Oh, this argument, perhaps the favorite of the harassment defenders. It’s wrong in so many ways that it’s hard to count them all. First of all, it assumes that women must not just be equal to men to “earn” our right to speak, but that we must, to the last one of us, be better than men. Men are not expected to crawl across a sea of abuse and threats in order to simply express themselves, but if women want in on the conversation, the price they must pay is higher.

It’s also an argument that’s comical in its narcissism. Men who scold women about how we must stoically endure harassment seem to assume that they, personally, would be able to withstand the abuse should the roles be reversed. No doubt they could also do a triple back flip should the occasion for it come about, as well.

But as someone who is personally harassed constantly online and who has been told she has a fairly strong constitution for the “rough-and-tumble,” I can safely say the latter has little to do with the former. Getting dozens of abusive tweets a second is less like having an intense debate and more like having a crowd of people standing on your lawn yelling at you. Or perhaps like having your phone ring off the hook, every two seconds. The suggestion that one should be able to tolerate such behavior as a bare minimum to participate in social discourse is an easy one to make—for someone who will never have to do it.

Plus, no one’s free speech is actually stripped from them if a private service like Twitter decides you can’t use their servers to aim targeted harassment at a woman simply because you want to silence her. (“Free speech” proponents sure do like silencing, don’t they?) In a follow-up post, Sullivan back-tracked a bit, saying, “I actively support suspending abusive, stalking tweeters or those threatening violence.”
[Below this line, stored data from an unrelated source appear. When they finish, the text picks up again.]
def bench_gates(g16: Any, g32: Any, repeat: int, results: dict) -> None:
    a16 = g16["ascan"].values
    a32 = g32["ascan"].values
    n_time = a16.shape[-1]
    t_end = (n_time - 1) * DT_US
    whole = Gate("record", 0.0, t_end, unit="us", threshold_fsh=20.0)
    flaw = Gate("flaw", 3.0, 23.0, threshold_fsh=20.0)  # 3 .. 23 mm of steel: about a third of the record
    for label, grid, a in (("int16", g16, a16), ("float32", g32, a32)):
        for gate_label, gate in (("record", whole), ("window", flaw)):
            t_a, t_b = gate_window_us(grid, gate)
            lo = int(np.ceil(t_a / DT_US - 1e-6))
            hi = int(np.floor(t_b / DT_US + 1e-6))
            width = hi - lo + 1
            flat = a.reshape(-1)[: a.shape[0] * a.shape[1] * width]
            roof = median_time(lambda flat=flat: flat.max(), repeat)
            strided = a[..., lo:hi + 1]
            strided_roof = median_time(lambda strided=strided: strided.max(), repeat)
            seconds = median_time(lambda grid=grid, gate=gate: evaluate_gate(grid, gate), repeat)

            def kernel_only(a=a, lo=lo, width=width, label=label):
                return _fastgate.gate_kernel(a, 0.0, float(width - 1), t0_us=lo * DT_US, dt_us=DT_US, threshold=20.0,
                                             hold=10, base=lo, length=width, scale=FSH_PER_COUNT,
                                             rectify=True, check_record=label == "float32", threads=1)

            kernel = median_time(kernel_only, repeat)
            naive = median_time(lambda a=a, lo=lo, hi=hi: naive_gate(a, lo, hi, 20.0, lo * DT_US, DT_US),
                                max(1, repeat // 2))
            extra = {}
            if label == "float32" and width < n_time:
                # a float32 A-scan with a NaN anywhere is missing, so the whole record is read once
                record_roof = median_time(lambda a=a: a.max(), repeat)
                extra = {"record_roof_s": record_roof, "record_roof_ratio": seconds / record_roof}
            name = f"gate_outputs_{label}_{gate_label}"
            results[name] = entry(
                "gate", seconds, roof, naive, window_samples=width, record_samples=n_time,
                window_bytes=int(flat.nbytes), strided_roof_s=strided_roof,
                strided_roof_ratio=seconds / strided_roof, kernel_one_thread_s=kernel,
                kernel_one_thread_roof_ratio=kernel / roof,
                what="evaluate_gate: amplitude, parabolic peak time, first crossing, crossing-echo peak, "
                     "triggered, sound path, depth, surface distance" + (
                         "; the missing-A-scan check reads the whole record" if label == "float32" else ""),
                **extra,
            )
    lazy = g16.chunk({"scan": 25, "index": -1, "time": -1})
    seconds = median_time(lambda: evaluate_gate(lazy, whole).compute(), repeat)
    r = results["gate_outputs_int16_record"]
    results["gate_outputs_int16_record_dask"] = entry(
        "gate", seconds, r["roof_s"], r["naive_s"], what="as gate_outputs_int16_record on a dask-backed grid "
        "(chunks of 25 scan lines, dask threads)")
Of course, that’s everyone whom WAM! is monitoring. So to salvage his ridiculous attack on the organization, he insisted that the people getting suspended are not abusive, but “non-harassing tweeters” merely saying “politically incorrect things”. As examples of such upstanding conservative citizens, he cited Breitbart Associate Editor Milo Yiannopoulos, A Voice for Men Social Media Director Janet Bloomfield, and a man that goes by the handle “Thunderf00t.”

If that’s the best that Sullivan can do, then this conversation really is over. Even within his post, he admitted that Yiannopoulos harasses people by calling them “spineless, hypocritical queers”; at one woman, he yelled, “You get your tits out for a living.” Sullivan excuses this by pointing out that Yiannopoulos apologized to one of them, but ignoring the pattern of behavior Yiannopoulos has displayed shows that Sullivan is very much not supporting the suspension of “abusive, stalking tweeters.”

His other examples of supposedly unfairly punished people are even more ridiculous. Janet Bloomfield has a habit of making up fake quotes from feminists and tweeting them like they’re real, mostly to encourage her followers to overwhelm feminist Twitter feeds with abuse. Anyone who has encountered the man who calls himself Thunderf00t online can strongly attest that his obsession with certain feminists goes well over the “stalking” line and that he has a history of doing things like doxxing confidential information. These are the people that Sullivan is defending, which says a lot about his argument.

Most feminists are not afraid of people who make sexist arguments straightforwardly and without harassment. (I did not hesitate, for instance, to read and respond to Sullivan’s posts, which are silly but definitely not harassment.) In fact, most are confident that feminist ideas will eventually win on a level playing field. The only people here trying to silence dissent are anti-feminists, who are so afraid of our arguments that they try to abuse women online into silence. The anti-feminist GamerGaters Sullivan loves so much are so dismayed by opposing arguments that they have started email campaigns to get income pulled from sites that publish feminist opinions. That’s what censorship looks like.